You need to be realistic with your training level and goals and have them planned out if you want to be able to stick with them.

Luke.


----------



## BloodMoney (Oct 2, 2010)

l_uk3y said:


> One thing that might help you out with consistancy.
> 
> Instead of training "when you feel like it" maybe plan sessions in advance.
> i.e.  On tuesday nights and thursday nights at 5:00 I will do this session.
> ...



Spot on. Cant add anything to that. Regime and consistency are the keys to good training. They _are _discipline.


----------



## jungerkrieger (Oct 2, 2010)

well i always try to divide it up by days, and work out every other day in the morning or before i go to bed. see ive changed jobs, moved, graduated, went back to school, and other stuff so my schedule has rarely been consistent but maybe if i set a specific time. 

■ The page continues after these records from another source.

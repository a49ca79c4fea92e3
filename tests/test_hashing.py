"""Streamed SHA-256 (redact.hashing) against the FIPS 180-4 / NIST worked examples."""

import io

import pytest

from redact.hashing import sha256_bytes, sha256_file, sha256_stream

# FIPS 180-4 SHA-256 examples (NIST CSRC "SHA256.pdf" worked examples; also RFC 6234 §8.5 test driver).
VECTORS = [
    (b"abc", "ba7816bf8f01cfea414140de5dae2223b00361a396177a9cb410ff61f20015ad"),
    (b"abcdbcdecdefdefgefghfghighijhijkijkljklmklmnlmnomnopnopq",
     "248d6a61d20638b8e5c026930c3e6039a33ce45964ff2167f6ecedd419db06c1"),
    (b"", "e3b0c44298fc1c149afbf4c8996fb92427ae41e4649b934ca495991b7852b855"),
]
MILLION_A = "cdc76e5c9914fb9281a1c7e284d73e67f1809a48a497200e046d39ccc7112cd0"  # FIPS 180-4 / RFC 6234


@pytest.mark.parametrize("data,digest", VECTORS)
def test_fips_vectors_bytes_stream_and_file(data, digest, tmp_path):
    assert sha256_bytes(data) == digest
    for chunk in (1, 3, 64):
        assert sha256_stream(io.BytesIO(data), chunk) == (digest, len(data))
    p = tmp_path / "v.bin"
    p.write_bytes(data)
    assert sha256_file(p) == (digest, len(data))


@pytest.mark.parametrize("chunk", [1, 63, 64, 65, 4096])
def test_million_a_streamed_in_odd_chunks(chunk):
    # FIPS 180-4 long-message vector: one million repetitions of "a"; chunk sizes straddle the
    # 64-byte SHA-256 block so that partial-block buffering is exercised.
    digest, n = sha256_stream(io.BytesIO(b"a" * 1_000_000), chunk)
    assert (digest, n) == (MILLION_A, 1_000_000)


def test_million_a_file_default_chunk(tmp_path):
    p = tmp_path / "a.bin"
    p.write_bytes(b"a" * 1_000_000)
    assert sha256_file(p) == (MILLION_A, 1_000_000)
    assert sha256_file(p, 65) == (MILLION_A, 1_000_000)


def test_chunk_size_must_be_positive():
    with pytest.raises(ValueError):
        sha256_stream(io.BytesIO(b"abc"), 0)
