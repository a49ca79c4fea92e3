"""One convention across commands: key options, -h, --json, --quiet, passphrases, progress, completion.

Outside references: click's CliRunner drives the real commands; click's documented shell
completion (environment variable _REDACT_COMPLETE=bash_source / bash_complete, click 8
"Shell Completion" page) is exercised in a child process; Python's json module parses every
--json output (one document); NIST SP 800-63B-4 (2025) §3.1.1.2 gives the passphrase minimum
(15 characters for a password used as the only factor).
"""

from __future__ import annotations

import json
import os
import subprocess
import sys

import click
import pytest
from click.testing import CliRunner
from test_package import SEED, build_package

from redact.cli import COMMANDS, main
from redact.cli.cmd_keys import MIN_PASSPHRASE
from redact.cli.progress import MIN_FRAMES, MIN_SECONDS, FrameProgress
from redact.provenance import signing

LONG = "correct horse battery staple"  # 28 characters


def run(*args, env=None, input=None):
    return CliRunner().invoke(main, [str(a) for a in args], env=env, input=input)


def one_line_error(r, code=2):
    lines = [ln for ln in r.stderr.splitlines() if ln.strip()]
    assert r.exit_code == code, (r.exit_code, r.output)
    assert len(lines) == 1 and lines[0].startswith("error: "), r.stderr
    assert "Traceback" not in r.output
    return lines[0]


@pytest.fixture(scope="module")
def pair(tmp_path_factory):
    """A key pair as keygen names it, and a package signed with it."""
    root = tmp_path_factory.mktemp("conv")
    r = run("keygen", "--out-dir", root / "keys", "--name", "steward", env={"REDACT_KEY_PASSPHRASE": LONG})
    assert r.exit_code == 0, r.output
    signer = signing.Signer.from_seed(SEED)
    pkg = build_package(root, signer)
    pub = root / "pkg.public.pem"
    pub.write_bytes(signer.public_pem)
    return {"private": root / "keys" / "steward.private.pem", "public": root / "keys" / "steward.public.pem",
            "pkg": pkg, "pkg_pub": pub, "root": root}


# ---------------------------------------------------------------- the two key options

@pytest.mark.parametrize("cmd", ["verify", "inspect", "report", "export", "frame-proof", "countersign"])
def test_a_private_key_given_as_trusted_key_names_the_public_one(pair, tmp_path, cmd):
    extra = {"report": ["--out", tmp_path / "r.html"], "export": ["--format", "npz", "--out", tmp_path / "t.npz"],
             "countersign": ["--signing-key", pair["private"], "--out", tmp_path / "c"],
             "frame-proof": ["--frame", 0, "--out", tmp_path / "p.json"]}.get(cmd, [])
    r = run(cmd, pair["pkg"]["path"], "--trusted-key", pair["private"], *extra, env={"REDACT_KEY_PASSPHRASE": None})
    line = one_line_error(r)
    assert "this is a private key" in line and str(pair["public"]) in line
    assert list(tmp_path.iterdir()) == []


@pytest.mark.parametrize("cmd", ["process", "batch", "derive", "demo", "countersign"])
def test_a_public_key_given_as_signing_key_names_the_private_one(pair, tmp_path, crossing_clip, cmd):
    args = {"process": [crossing_clip.path, "--out", tmp_path / "o"],
            "batch": [crossing_clip.path.parent, "--out", tmp_path / "o"],
            "derive": [pair["pkg"]["path"], "--trusted-key", pair["pkg_pub"], "--out", tmp_path / "o", "--new-ids"],
            "demo": ["--clip", crossing_clip.path, "--out", tmp_path / "o"],
            "countersign": [pair["pkg"]["path"], "--trusted-key", pair["pkg_pub"], "--out", tmp_path / "o"]}[cmd]
    # no passphrase anywhere: the mix-up must be caught before any prompt
    r = run(cmd, *args, "--signing-key", pair["public"], env={"REDACT_KEY_PASSPHRASE": None}, input="")
    line = one_line_error(r)
    assert "this is a public key; the signing key is " + str(pair["private"]) in line
    assert not (tmp_path / "o").exists()


def test_old_key_option_names_are_gone():
    for cmd in ("process", "verify", "report", "derive"):
        text = run(cmd, "--help").stdout
        assert "--key " not in text and "--sign-key" not in text and "-o," not in text, cmd


@pytest.mark.parametrize("cmd", ["process", "batch", "derive", "demo", "tracks", "report", "export",
                                 "frame-proof", "keygen"])
def test_help_says_whether_out_is_a_folder_or_a_file(cmd):
    text = " ".join(run(cmd, "--help").stdout.split())
    opt = "--out-dir" if cmd == "keygen" else "--out"
    text = text[text.index("Options:"):]
    after = text[text.index(opt + " ") + len(opt):]
    after = after[:after.find(" --") if " --" in after else None].lower()  # this option's help only
    if cmd == "export":  # a file for three formats, a folder for the fourth: the help says which is which
        assert "a file for npz, coco and mot" in after and "folder for trajectories" in after, after
        return
    assert ("folder" in after) != ("a file" in after), after


# ---------------------------------------------------------------- -h, --json, --quiet

@pytest.mark.parametrize("cmd", sorted(COMMANDS))  # the lazily loaded commands
def test_dash_h_is_help(cmd):
    short, long_ = run(cmd, "-h"), run(cmd, "--help")
    assert short.exit_code == 0 and short.stdout == long_.stdout


def test_keygen_json_and_passphrase_minimum(tmp_path):
    r = run("keygen", "--out-dir", tmp_path, "--name", "k", "--json", env={"REDACT_KEY_PASSPHRASE": LONG})
    assert r.exit_code == 0, r.output
    doc = json.loads(r.stdout)
    assert doc["key_id"] == signing.load_public_key(tmp_path / "k.public.pem").key_id
    assert doc["private_key"] == str(tmp_path / "k.private.pem")
    assert MIN_PASSPHRASE == 15  # NIST SP 800-63B-4 §3.1.1.2, single-factor passwords
    short = "x" * (MIN_PASSPHRASE - 1)
    line = one_line_error(run("keygen", "--out-dir", tmp_path / "s", env={"REDACT_KEY_PASSPHRASE": short}))
    assert "14 characters" in line and "15" in line and "800-63B" in line
    assert not (tmp_path / "s").exists()
    exact = run("keygen", "--out-dir", tmp_path / "e", env={"REDACT_KEY_PASSPHRASE": "y" * MIN_PASSPHRASE})
    assert exact.exit_code == 0, exact.output
    assert str(MIN_PASSPHRASE) in run("keygen", "--help").stdout


def test_keygen_prompt_confirmation_mismatch_is_refused(tmp_path):
    r = run("keygen", "--out-dir", tmp_path, env={"REDACT_KEY_PASSPHRASE": None}, input=f"{LONG}\n{LONG}x\n")
    assert r.exit_code != 0 and not list(tmp_path.iterdir())


def test_no_terminal_passphrase_error_has_no_getpass_warnings(tmp_path, crossing_clip, pair):
    """A child process in a new session (no controlling terminal) with stdin closed."""
    env = {k: v for k, v in os.environ.items() if k != "REDACT_KEY_PASSPHRASE"}
    code = "from redact.cli import main; main()"
    for args in (["keygen", "--out-dir", str(tmp_path / "k")],
                 ["process", str(crossing_clip.path), "--out", str(tmp_path / "o"), "--signing-key",
                  str(pair["private"])]):
        p = subprocess.run([sys.executable, "-c", code, *args], stdin=subprocess.DEVNULL, capture_output=True,
                           text=True, env=env, start_new_session=True, timeout=300)
        assert p.returncode == 2, p.stderr
        lines = [ln for ln in p.stderr.splitlines() if ln.strip()]
        assert len(lines) == 1 and lines[0].startswith("error: no passphrase given"), p.stderr
        assert "Warning" not in p.stderr and "echo" not in p.stderr
    assert not (tmp_path / "k").exists() and not (tmp_path / "o").exists()


def test_frame_proof_and_report_json(pair, tmp_path):
    r = run("frame-proof", pair["pkg"]["path"], "--trusted-key", pair["pkg_pub"], "--frame", 2,
            "--out", tmp_path / "p.json", "--json")
    assert r.exit_code == 0, r.output
    doc = json.loads(r.stdout)
    assert doc["frame"] == 2 and doc["proof"] == str(tmp_path / "p.json") and len(doc["root"]) == 64
    rep = run("report", pair["pkg"]["path"], "--trusted-key", pair["pkg_pub"], "--out", tmp_path / "r.html", "--json")
    assert rep.exit_code == 0, rep.output
    doc = json.loads(rep.stdout)
    assert doc["verified"] is True and doc["report"] == str(tmp_path / "r.html") and doc["findings"] == []


def test_verify_quiet_prints_nothing_and_keeps_the_exit_status(pair, tmp_path):
    ok = run("verify", pair["pkg"]["path"], "--trusted-key", pair["pkg_pub"], "--quiet")
    assert ok.exit_code == 0 and ok.stdout == "" and ok.stderr == ""
    other = tmp_path / "other.public.pem"
    other.write_bytes(signing.Signer.from_seed(bytes(32)).public_pem)
    bad = run("verify", pair["pkg"]["path"], "--trusted-key", other, "-q")
    assert bad.exit_code == 1 and bad.stdout == "" and bad.stderr == ""


def test_models_prints_a_header_row():
    r = run("models")
    assert r.exit_code == 0
    header = r.stdout.splitlines()[0].split()
    assert header[:4] == ["id", "task", "licence", "source"] and "sha256" in header


# ---------------------------------------------------------------- report on something else

def test_report_on_a_folder_that_is_not_a_package_exits_2_and_writes_nothing(pair, tmp_path):
    folder = tmp_path / "holiday-photos"
    folder.mkdir()
    (folder / "a.txt").write_text("not a package")
    out = tmp_path / "r.html"
    line = one_line_error(run("report", folder, "--trusted-key", pair["pkg_pub"], "--out", out))
    assert "not a package" in line
    assert sorted(p.name for p in tmp_path.iterdir()) == ["holiday-photos"]


def test_report_header_names_the_package_folder(pair, tmp_path):
    from redact.report.document import build_report

    page = build_report(pair["pkg"]["path"], [signing.load_public_key(pair["pkg_pub"])]).decode()
    page = page.replace("<wbr>", "")  # names may wrap after a separator
    assert "from package package" not in page
    assert f"{pair['pkg']['path'].parent.name}/{pair['pkg']['path'].name}" in page


# ---------------------------------------------------------------- progress and completion

def test_first_eta_waits_for_a_measured_rate():
    clock = iter([100.0, 100.1, 100.2, 101.0, 104.0]).__next__
    p = FrameProgress(quiet=False, clock=clock, tty=False)
    # model loading took 100 s before the first frame: it must not count
    assert "ETA: measuring" in p.line(1, 1000, clock())
    assert "ETA: measuring" in p.line(3, 1000, clock())  # 0.1 s in: too soon
    assert "ETA: measuring" in p.line(5, 1000, clock())  # 0.2 s: too soon
    assert MIN_SECONDS <= 3.0 and MIN_FRAMES <= 20
    line = p.line(21, 1000, clock())  # 1 s, 20 frames: still under MIN_SECONDS
    assert "ETA: measuring" in line
    line = p.line(61, 1000, clock())  # 4 s after the first frame, 60 frames: 15 frames/s
    assert "15.0 frames/s" in line and "ETA    63 s" in line  # (1000 - 61) / 15 = 62.6


def test_shell_completion_follows_clicks_documented_mechanism():
    env = {**os.environ, "_REDACT_COMPLETE": "bash_source"}
    code = "from redact.cli import main; main(prog_name='redact')"
    src = subprocess.run([sys.executable, "-c", code], capture_output=True, text=True, env=env, timeout=120)
    assert src.returncode == 0 and "_redact_completion()" in src.stdout
    env = {**os.environ, "_REDACT_COMPLETE": "bash_complete", "COMP_WORDS": "redact verify --tru", "COMP_CWORD": "2"}
    got = subprocess.run([sys.executable, "-c", code], capture_output=True, text=True, env=env, timeout=120)
    assert "plain,--trusted-key" in got.stdout.splitlines()


def test_process_without_report_still_says_what_to_open_first(crossing_clip, tmp_path, key):
    out = tmp_path / "o"
    r = r_text = run("process", crossing_clip.path, "--out", out, "--signing-key", key, "--no-report", "--quiet",
                     "--input-size", "320")
    assert r.exit_code == 0, r.output
    assert sorted(p.name for p in out.iterdir()) == ["package", "redacted.mp4"]
    tail = r.stdout[r.stdout.index("Open first:"):]
    assert str(out / "redacted.mp4") in tail and "redact verify" in tail and "report.html" not in tail
    assert f"--trusted-key {key.with_name('t.public.pem')}" in tail  # the public half beside --signing-key
    assert "pseudonymised" in tail
    again = run("process", crossing_clip.path, "--out", tmp_path / "p", "--signing-key", key, "--quiet",
                "--input-size", "320", "--json")
    assert again.exit_code == 0 and (tmp_path / "p" / "report.html").is_file()
    doc = json.loads(again.stdout)
    assert doc["open_first"][0]["open"] == str(tmp_path / "p" / "report.html")

    # One shape for flagged ranges: process --json, review.json and inspect --json agree exactly,
    # and the terminal says the same reasons in plain words.
    review = json.loads((tmp_path / "p" / "package" / "review.json").read_text())["ranges"]
    assert review, "the crossing clip has a dim stretch and people entering: something is flagged"
    assert doc["review_ranges"] == review
    ins = run("inspect", tmp_path / "p" / "package", "--trusted-key", key.with_name("t.public.pem"), "--json")
    assert ins.exit_code == 0, ins.output
    summary = json.loads(ins.stdout)
    assert summary["flagged"] == review
    for r in review:
        assert set(r) == {"frames", "seconds", "reasons", "explained"} and len(r["explained"]) == len(r["reasons"])
        (a, b), (ta, tb) = r["frames"], r["seconds"]
        assert f"frames {a}-{b} ({ta:.2f}-{tb:.2f} s): {'; '.join(r['explained'])}" in r_text.stdout
        assert not any("_" in w for w in r["explained"])  # words, not codes

    # inspect separates detections from positions the tracker predicted (checked against the rows)
    states = [p["state"] for line in (tmp_path / "p" / "package" / "skeletons.jsonl").read_text().splitlines()
              for p in json.loads(line)["people"]]
    c = summary["counts"]
    assert c["detections"] == states.count("observed") and c["predicted"] == states.count("predicted")
    assert c["predicted"] > 0 and c["people"] == len(states)
    text = run("inspect", tmp_path / "p" / "package").stdout
    assert f"{c['detections']} person detections, {c['predicted']} positions predicted" in text


# ---------------------------------------------------------------- tracks

def test_tracks_offers_only_the_options_that_decide_ids_and_its_help_names_them_all():
    from redact.cli.options import track_options
    from redact.redaction.plan import ids_fingerprint

    text = " ".join(run("tracks", "--help").stdout.split())
    for gone in ("--style", "--figures", "--margin", "--crf", "--include-audio", "--archive"):
        assert gone not in text, gone
    changed = {"--pose-model": "yolo11n-pose", "--input-size": "320", "--score-threshold": "0.4",
               "--coast-seconds": "0.5", "--detect-every": "2"}
    epilog = text[text.index("fingerprint"):]
    for opt in changed:
        assert opt in epilog, opt  # the help names every setting the fingerprint covers

    seen = {}

    @click.command()
    @track_options
    def probe(settings):
        seen["settings"] = settings

    def fingerprint(*args):
        assert CliRunner().invoke(probe, list(args)).exit_code == 0
        return ids_fingerprint(seen["settings"], "0" * 64)

    base = fingerprint()
    for opt, value in changed.items():
        assert fingerprint(opt, value) != base, opt  # each option the sheet takes changes the ids' fingerprint
    assert fingerprint("--threads", "1") == base  # speed only


def test_tracks_shows_progress_unless_quiet(crossing_clip, tmp_path):
    r = run("tracks", crossing_clip.path, "--out", tmp_path / "a", "--input-size", "320")
    assert r.exit_code == 0, r.output
    n = len(crossing_clip.truths)
    assert f"tracks: frame {n}/{n} (100.0 %)" in r.stderr
    q = run("tracks", crossing_clip.path, "--out", tmp_path / "b", "--input-size", "320", "--quiet")
    assert q.exit_code == 0 and "frame" not in q.stderr and "SENSITIVE" in q.stderr
    assert q.stdout == r.stdout.replace(str(tmp_path / "a"), str(tmp_path / "b"))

so nobody else has this problem except for me!? wonderful

what about the rest of the things i was talking about?

training techniques?

conditioning?


----------



## BloodMoney (Oct 4, 2010)

In respons to your PM:

Well im not going to list off all the conditioning and training I do lol, it varies from week to week and would be an epic novel of a post, if I could remember them all. Roughly, I do:

3x BJJ a week, with a minimum of 45 minutes rolling on the matt (nothing like matt fitness).

Occasionally we will do some BJJ conditioning but I dont have time to do that much anymore. Look these up on the net, they are hard to explain, but basically they are crawling drills. Well run round the park a few times, speeding up each lap. Then well spider crawl to a marker and back, walk on our hands in pressup position to a marker and back etc

2-4 Chun sessions a week where I chain punch a wall bag, practice wooden dummy and other drills by myself or 4 corners, striking drills or Chi Sau with a partner. (This doesnt count formal Chun classes I also teach, because im instructing and not very active during these times).

2x Gym sessions a week. Basically we do a lot of stuff at the gym, we do back, legs, core, arms etc. Rotating per week. Lately ive been targeting my core and legs, so hard out leg presses (30x reps @ 200kg at least) and shitloads of burpees, pushups, situps/crunches, swiss ball stuff, prone holds, kneeling weight assisted crunch things etc (sorry I dont know all the technical names for things lol). Stuff using your own body weight as resistance too (like pullups with different grips, as your doing) and some cardio. I dont really like running so I only do a bit of that, mainly its on the cross trainer and rowing machine, or doing cross fit stuff (just google it). No idea on Muay Thai conditioning, not really keen on battering my shins to a bloody pulp, I want to still be able to go tramping when im 50.

I train 6 nights a week, generally multiple things per night. A lot of the time my brain says "your too tired, dont train tonight" or "I cant be bothered going to the gym tonight" and I just calmly tell it to STFU and train anyway. Even the most dedicated, motivated guy still cant be bothered a lot of the time, difference is he just does it while others sit at home and watch tv. All those infomercials claiming  10 second workouts because "no ones got time nowdays" are ********. I work a fulltime job, am married, have an active band and enjoy shooting and hunting. I get time for all that in, you just gotta go hard  As a result though I dont have many friends, nor do I ever go out and party, or go on holiday etc...but hey I didnt say there wouldnt be sacrifices.


----------



## jungerkrieger (Oct 8, 2010)

thank u that was most helpful


----------